My first guitar was like this with a brigsby, was a cherry Raven... Still hoping to find one cheap, just for nostalgia but meantime this will do. 

Any ideas of the paint? This old was it all nitro? Or was poly being used in the '70s?


----------



## troyhead (May 23, 2014)

If it's a great guitar that deserves to be left "original" then keep it original. But if it was never stellar to begin with, do what you can to make you want to play it!

Think of it this way: If in 30 years you could have a Gibson SG from 2018, would you care if it was in original shape? Probably. What if it was an Epiphone SG Special? Probably not. Is yours like the Gibson equivalent of the 70's, or the budget model?

Some 70's Japanese stuff is so, so good (even though they are knock-offs... many were better than the originals made at the time), but not all of it is great. I think some Hondo guitars may have been plywood, which to me is a sign that it was never intended as a high-quality instrument. Look in the cavities and see if you can tell what it is made out of.


----------



## THRobinson (Jun 29, 2014)

Actually, one the sides through the translucent brown I can see that the core is indeed plywood.

What gets me though is how high that tune-o-matic is. Neck is pretty thick, almost like a baseball bat but seen worse. Maybe I should full-on mod it... shave down the butt/heal of the neck where it attaches to the body. Easily sits about 1/4" higher than normal.

Tomorrow I'll see how it sounds. Pickups look a bit rough but kinda cool. P90 sized but humbuckers with a row of screw heads and a row of rectangles. Garage sale so, no real testing before hand.


----------



## Ronbeast (Nov 11, 2008)

If you can, I’d pop the tops off the pickups for a closer look. I’ve seen a few single coils disguised as humbuckers from around that era, which I think is cool because they have a sound all their own.


----------



## Budda (May 29, 2007)

It's your guitar, so you can do what you want.

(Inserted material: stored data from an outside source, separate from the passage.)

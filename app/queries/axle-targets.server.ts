import { QueryTypes, type Transaction } from 'sequelize';
import type { Axle as AxleKind } from '~/loads';
import { sequelize } from '~/models/database.server';

/** The target that counts for an axle now, gauge kPa cold. */
export interface AxleTargetNow {
  axleId: string;
  axle: AxleKind;
  targetKpa: number;
  setAt: Date;
}

/** The newest target of each axle of a coach. */
export async function loadAxleTargets(
  coachId: string,
  transaction?: Transaction,
): Promise<AxleTargetNow[]> {
  return sequelize.query<AxleTargetNow>(
    `SELECT DISTINCT ON (axles.id) axles.id AS "axleId", kind AS axle,
       target_kpa AS "targetKpa", set_at AS "setAt"
     FROM axles JOIN axle_targets ON axle_id = axles.id
     WHERE coach_id = :coachId
     ORDER BY axles.id, set_at DESC, axle_targets.id`,
    { replacements: { coachId }, type: QueryTypes.SELECT, ...(transaction ? { transaction } : {}) },
  );
}
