/** Pounds per square inch in kPa (NIST SP 811). */
export const KPA_PER_PSI = 6.894757293168361;

export const psi = (value: number): number => value * KPA_PER_PSI;
export const toPsi = (kpa: number): number => kpa / KPA_PER_PSI;

/** Halvings of the bracket for the pressure at the gauge: 1/2^14 of the drop is far below a gauge. */
const HALVINGS = 14;

/**
 * Air through one component, ISO 6358: in kPa·L/s at ambient temperature, pressures absolute in
 * kPa, C in dm³/(s·bar). Volume flow at the reference atmosphere (ANR, 100 kPa) is C·p1 with p1 in
 * bar, and a dm³ of it is 100 kPa·L: the two hundreds cancel.
 */
export function flowThrough(upKpaAbs: number, downKpaAbs: number, c: number, b: number): number {
  if (downKpaAbs >= upKpaAbs) return 0;
  const ratio = downKpaAbs / upKpaAbs;
  if (ratio <= b) return c * upKpaAbs;
  const excess = (ratio - b) / (1 - b);
  return c * upKpaAbs * Math.sqrt(1 - excess * excess);
}

/** Pressure between two components in series, found where both pass the same flow. */
export function pressureBetween(
  upKpaAbs: number,
  firstC: number,
  downKpaAbs: number,
  secondC: number,
  b: number,
): number {
  let low = downKpaAbs;
  let high = upKpaAbs;
  for (let i = 0; i < HALVINGS; i++) {
    const middle = (low + high) / 2;
    const arrives = flowThrough(upKpaAbs, middle, firstC, b);
    if (arrives > flowThrough(middle, downKpaAbs, secondC, b)) low = middle;
    else high = middle;
  }
  return (low + high) / 2;
}

/** Two conductances in series, near enough for parts that are never watched between. */
export function inSeries(firstC: number, secondC: number): number {
  return (firstC * secondC) / Math.sqrt(firstC * firstC + secondC * secondC);
}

It could be a '59 lp and you could still do what you want.


----------



## THRobinson (Jun 29, 2014)

Ronbeast said:


> If you can, I’d pop the tops off the pickups for a closer look. I’ve seen a few single coils disguised as humbuckers from around that era, which I think is cool because they have a sound all their own.

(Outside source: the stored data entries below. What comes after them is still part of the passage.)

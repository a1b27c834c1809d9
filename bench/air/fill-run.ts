import type { Advice, Adviser, FillSetup } from './adviser';
import { type Alone, newAlone, stepAlone } from './alone';
import { type Driver, newDriver, stepDriver } from './driver';
import { withinTolerance } from './gauges';
import type { Habits } from './habits';
import { type Helper, listen, newHelper, stepHelper, stopLowering } from './helper';
import { type FillOutcome, noCoverage, readOutcome } from './outcome';
import { deliverDue, newPhone, type Phone, recordCall, tapDone, tapNow } from './phone';
import { between, chance, type Dice } from './random';
import { readClock, startClock } from './stopwatch';
import {
  activeTire,
  fittingKpa,
  STEP_S,
  settledKpa,
  stepWorld,
  tireKpa,
  type World,
} from './world';

/** Advice is asked twice a second while something is about to change, else once. */
const ASK_S = { near: 0.5, far: 1 };
const NEAR_S = 6;
/** The band is compared with the truth this often, s. */
const COMPARE_S = 5;
/** A crew believes `cannot-reach` when it has stood this long, s. */
const BELIEVES_AFTER_S = 5;
/** A crew gives up at this many times the perfect player's time, and not before, s. */
const PATIENCE = { times: 8, leastS: 900, hopelessS: 1500 };

/** One fill under way: the crew, its phone and what is counted. */
export interface Run {
  world: World;
  adviser: Adviser;
  habits: Habits;
  dice: Dice;
  phone: Phone;
  driver: Driver;
  helper: Helper;
  alone: Alone;
  helperHere: boolean;
  /** When the helper next comes or goes. */
  crewChangesAt: number;
  now: number;
  advice: Advice | null;
  askAt: number;
  compareAt: number;
  hopelessSince: number;
  offAt: number;
  provenAt: number;
  overLimit: boolean;
  outcome: Pick<FillOutcome, 'supplyBand' | 'tireBand' | 'adviseMs'>;
  watch: Watch;
}

/** What a tracer is told. */
export interface Watch {
  began?: (setup: FillSetup) => void;
  asked?: (run: Run, advice: Advice) => void;
  stepped?: (run: Run) => void;
}

/** Runs one fill to its end with a crew that follows the adviser. The world moves on with it. */
export function runFill(
  world: World,
  adviser: Adviser,
  plan: { tire: number; perfectSeconds: number; habits: Habits; dice: Dice; watch?: Watch },
): FillOutcome {
  const run = newRun(world, adviser, plan.habits, plan.dice, plan.watch ?? {});
  const longest = activeTire(world).reachable
    ? Math.max(PATIENCE.leastS, PATIENCE.times * plan.perfectSeconds)
    : PATIENCE.hopelessS;
  begin(run);
  let end: 'done' | 'hopeless' | null = null;
  while (!end && run.now < longest) end = step(run);
  tidy(run);
  return {
    ...readOutcome(world, plan.tire, plan.perfectSeconds),
    ...run.outcome,
    done: end === 'done',
    proven: run.provenAt >= run.offAt && run.provenAt > 0,
    saidUnreachable: end === 'hopeless',
    seconds: run.now,
    putOn: run.driver.putOn,
    bled: run.driver.bled,
    overLimit: run.overLimit,
    taps: run.phone.taps,
  };
}

function newRun(world: World, adviser: Adviser, habits: Habits, dice: Dice, watch: Watch): Run {
  const phone = newPhone(adviser, dice);
  const driver = newDriver(world, phone, dice, habits);
  const helper = newHelper(world, phone, dice, habits);
  return {
    world,
    adviser,
    habits,
    dice,
    phone,
    driver,
    helper,
    alone: newAlone(driver, helper),
    helperHere: !habits.alone,
    crewChangesAt: habits.comeAndGo ? between(dice, 15, 60) : Number.POSITIVE_INFINITY,
    now: 0,
    advice: null,
    askAt: 0,
    compareAt: COMPARE_S,
    hopelessSince: Number.POSITIVE_INFINITY,
    offAt: 0,
    provenAt: 0,
    overLimit: false,
    outcome: { supplyBand: noCoverage(), tireBand: noCoverage(), adviseMs: [] },
    watch,
  };
}

/** Whoever sets the engine's speed mostly says so. */
function begin(run: Run): void {
  if (chance(run.dice, 0.9)) tapDone(run.phone, { type: 'engine', speed: run.world.speed }, true);
}

function step(run: Run): 'done' | 'hopeless' | null {
  stepWorld(run.world);
  run.now = Math.round((run.now + STEP_S) * 10) / 10;
  if (deliverDue(run.phone, run.now)) run.askAt = Math.min(run.askAt, run.now + STEP_S);
  notePhysics(run);
  if (run.now >= run.askAt) ask(run);
  if (!run.advice) return null;
  changeCrew(run);
  if (run.helperHere) {
    stepDriver(run.driver, run.advice, run.now);
    stepHelper(run.helper, run.advice, run.now);
  } else {
    stepAlone(run.alone, run.advice, run.now);
  }
  listen(run.helper, run.helperHere);
  run.watch.stepped?.(run);
  return ended(run, run.advice);
}

function notePhysics(run: Run): void {
  const { world } = run;
  if (world.chuck !== 'off') run.offAt = run.now;
  const { targetKpa, toleranceKpa, limitKpa } = activeTire(world);
  if (settledKpa(world) > limitKpa && tireKpa(world) > targetKpa + toleranceKpa)
    run.overLimit = true;
  const last = run.phone.log[run.phone.log.length - 1];
  if (last?.type === 'tire-reading' && withinTolerance(last.kpa, world)) {
    run.provenAt = last.at;
  }
}

function ask(run: Run): void {
  const { now } = run;
  const clock = startClock();
  const advice = run.adviser.advise(now);
  run.outcome.adviseMs.push(readClock(clock));
  run.watch.asked?.(run, advice);
  const changed = advice.call !== run.advice?.call;
  run.advice = advice;
  if (changed) recordCall(run.phone, { type: 'call-shown', at: now, call: advice.call });
  const near = (advice.changeIn?.p10 ?? 0) < NEAR_S;
  run.askAt = now + (near ? ASK_S.near : ASK_S.far);
  if (advice.call !== 'cannot-reach') run.hopelessSince = Number.POSITIVE_INFINITY;
  else if (run.hopelessSince === Number.POSITIVE_INFINITY) run.hopelessSince = now;
  if (now >= run.compareAt) compare(run, advice);
}

function compare(run: Run, advice: Advice): void {
  run.compareAt = run.now + COMPARE_S;
  const { supplyBand, tireBand } = run.outcome;
  const within = (kpa: number, { p10, p90 }: Advice['supplyKpa']) => kpa >= p10 && kpa <= p90;
  supplyBand.asked += 1;
  tireBand.asked += 1;
  if (within(fittingKpa(run.world), advice.supplyKpa)) supplyBand.inside += 1;
  if (within(settledKpa(run.world), advice.tireKpa)) tireBand.inside += 1;
}

/** The helper goes and comes back; a foot on the pedal comes off first. */
function changeCrew(run: Run): void {
  if (run.now < run.crewChangesAt || run.helper.job || run.alone.walkingTo) return;
  if (run.helperHere) stopLowering(run.helper);
  else if (run.alone.where === 'seat') return;
  run.helperHere = !run.helperHere;
  run.crewChangesAt = run.now + between(run.dice, 60, 180);
  tapNow(run.phone, { type: 'crew', helper: run.helperHere });
}

function ended(run: Run, advice: Advice): 'done' | 'hopeless' | null {
  const free = run.world.chuck === 'off' && !run.world.bleeding && !run.helper.lowering;
  if (advice.call === 'done' && free) return 'done';
  return run.now - run.hopelessSince > BELIEVES_AFTER_S && free ? 'hopeless' : null;
}

/** Whatever happened, nobody leaves with the chuck on or a foot on the pedal. */
function tidy({ world }: Run): void {
  world.chuck = 'off';
  world.bleeding = false;
  world.pedal = false;
  world.drain = false;
}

Good point... I assumed the switches were to toggle the pickups from 2-to-1 coil, but I don't see a 3-way switch so may simply be an on/off for each pickup.

Also realized looking at the bridge a bigsby may not work... top is cut out for the whammy bar but then realized that the bridge is pretty darn close to the ones on a Fender Jazzmaster. May be able to swap to one of those with little modification. Not as nice looking though... will say those Jazzmasters were always kinda "blah" looking.


----------



## Guest (Jul 29, 2018)

THRobinson said:


> an on/off for each pickup


That they are.

My first electric was a Eaton's 'Marlin'. Exactly the same as yours.


Ronbeast said:


> single coils disguised as humbuckers


They are singles. The 'bar' is as you state. Just something decorative.

Here's what happened to my Marlin after I gave it to my buddy.


----------



## THRobinson (Jun 29, 2014)

Ah' good ol' Eatons... mine apparently was Sears. Item C, on sale $95.90. 

Weird... after all these years, prices went up/down and now a new Korean made starter guitar is still about $100.


----------